Dijsselbloem: No more money
The chairman of eurozone finance ministers, Dutchman Jeroen Dijsselbloem, told the European Parliament that Moscow had informed the EU it had no intention of ploughing more money into Cyprus beyond the existing loan.
"Any other options, to go further, another loan or an investment in the banks, the Russians let us know that they are not willing to do that," he said. "Of course, the Cypriot government is now talking to the Russian government whether more can be done, I don't know the outcome of that yet."
Dijsselbloem said new loans from Russia would anyway not solve the debt issue, and that a revised levy on larger bank deposits was still a possibility.
"I'm not sure that this package is completely gone and failed, because I don't see many alternatives," he told the European Parliament in Brussels.
Senior eurozone officials acknowledged in a confidential conference call on Wednesday that they were "in a mess" and discussed imposing capital controls to insulate the currency area from a possible collapse of the Cypriot economy.
Cyprus refused to take part in the call, minutes of which were seen by Reuters. Several participants described its absence as troubling and reflecting the wider confusion surrounding the island's predicament.
EU officials believe at least some of the €5.8 billion they are demanding should come from the €68 billion in Cypriot banks, €38 billion of which are in the form of large deposits of more than €100,000, mainly from foreigners.
But hitting small savers caused visceral outrage, and the Cypriot government fears that foisting too big a burden on large depositors would wreck the offshore financial industry that forms much of the country's economy.

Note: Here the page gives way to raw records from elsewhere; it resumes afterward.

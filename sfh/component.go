package sfh

import (
	"fmt"
	"math"
	"reflect"
)

// Component is one ingredient of a History. The implementations are Constant,
// Exponential, Burst, Piecewise and Dip, one file each (comp_*.go): a new one
// is one more such file and a KindSpec for the scenario format. The
// interface is closed so that New can check every parameter it will rely on.
type Component interface {
	fmt.Stringer
	// kind names the component type in error messages.
	kind() string
	// role says how the component enters a history.
	role() Role
	// strength names the field that sets an Episode's or Modulation's
	// size ("MassFraction"), for messages; "" for Smooth ones.
	strength() string
	// check validates the component's own parameters for part, in a
	// history reaching maxAge.
	check(part string, maxAge float64) error
	// newShape is the component's age distribution (nil for a
	// Modulation).
	newShape(maxAge float64) shape
	// params adds the component's fit parameters, key by key, with
	// their ranges (Part.Weight is added by History.Params).
	params(add func(key string, v, lo, hi float64), maxAge float64)
	// with returns the component with parameter key set to v, and false
	// if it has no such key.
	with(key string, v float64) (Component, bool)
	// clone returns a copy that shares no memory with c.
	clone() Component
}

// episode is an Episode component: its share of all mass formed.
type episode interface {
	Component
	fraction() float64
}

// isSmooth reports whether c shares the non-burst mass by Part.Weight.
func isSmooth(c Component) bool { return c.role() == Smooth }

// derefComponent accepts pointer forms (&Burst{...}) as a convenience and
// returns the value form, which the methods are defined on.
func derefComponent(c Component) (Component, bool) {
	if c == nil {
		return nil, false
	}
	if v := reflect.ValueOf(c); v.Kind() == reflect.Pointer {
		if v.IsNil() {
			return nil, false
		}
		if e, ok := v.Elem().Interface().(Component); ok {
			return e, true
		}
	}
	return c, true
}

// copyComponent returns c with its slices copied, so that a History never
// shares memory with its caller.
func copyComponent(c Component) Component { return c.clone() }

// outOfRange formats the common validation error: which part, which
// parameter, its value and the range that would be accepted.
func outOfRange(part string, c Component, field, key string, v float64, allowed string) error {
	return &ParamError{Param: part + "." + key, msg: fmt.Sprintf("sfh: part %q (%s): %s = %g is outside the allowed range %s (parameter %q)",
		part, c.kind(), field, v, allowed, part+"."+key)}
}

// ParamError is an error about one parameter of a history, named as in
// Params ("burst.age_gyr"), so that a caller can point at the key that
// set it.
type ParamError struct {
	Param string
	msg   string
}

func (e *ParamError) Error() string { return e.msg }

func finite(v float64) bool { return !math.IsNaN(v) && !math.IsInf(v, 0) }

// validateComponent checks c's own parameters against maxAge.
func validateComponent(part string, c Component, maxAge float64) error {
	return c.check(part, maxAge)
}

Among the other options, nationalising pension funds of semi-public companies could yield between €2 billion and €3 billion, although European officials say it would raise less. Issuing bonds linked to future natural gas revenue is problematic because pumping any gas is years away.
‘Like a bull in a china shop’
Doubts about the fate of the small nation of just 1.1 million people has shaken confidence in the single-currency eurozone and raised geopolitical tension between the EU and Russia.
Russian Prime Minister Dmitry Medvedev, who meets a European Commission delegation in Moscow on Thursday, said the bloc had behaved "like a bull in a china shop". He likened EU proposals, which would force Russian customers to contribute to the rescue of Cypriot banks, to Soviet-era expropriations.
Tuesday's parliamentary vote marked a stunning rejection of the kind of strict austerity accepted over the past three years by crisis-hit Greece, Portugal, Ireland, Spain and Italy.
European officials maintained the pressure on Nicosia.
"I cannot rule out a Cyprus insolvency," Austrian Finance Minister Maria Fekter said in an interview with the newspaper Österreich. "A euro exit would not achieve anything. Cyprus must act now."
Cyprus is a haven for billions of euros squirreled abroad by Russian businesses and individuals – one of the reasons why Germany and other northern eurozone states are reluctant to bail it out without a contribution from bank depositors.
The island's banking sector was hollowed out by its exposure to bigger neighbour Greece.
The entire island of Cyprus is officially EU territory, but the country is divided. Turkey, an EU candidate, doesn’t recognise the Republic of Cyprus and has occupied the northern part of the island since 1974.
Cyprus is heavily exposed to the Greek crisis and needs to salvage its banking system, which in recent years has become a haven for rich Russians.
Eight months of inconclusive talks on a bailout package have turned tiny Cyprus into a big headache for the eurozone, triggering fears of a financial collapse that reignites the bloc's debt crisis.
Nicos Anastasiades, who won a resounding victory in the February elections, promised to “restore the credibility of Cyprus”.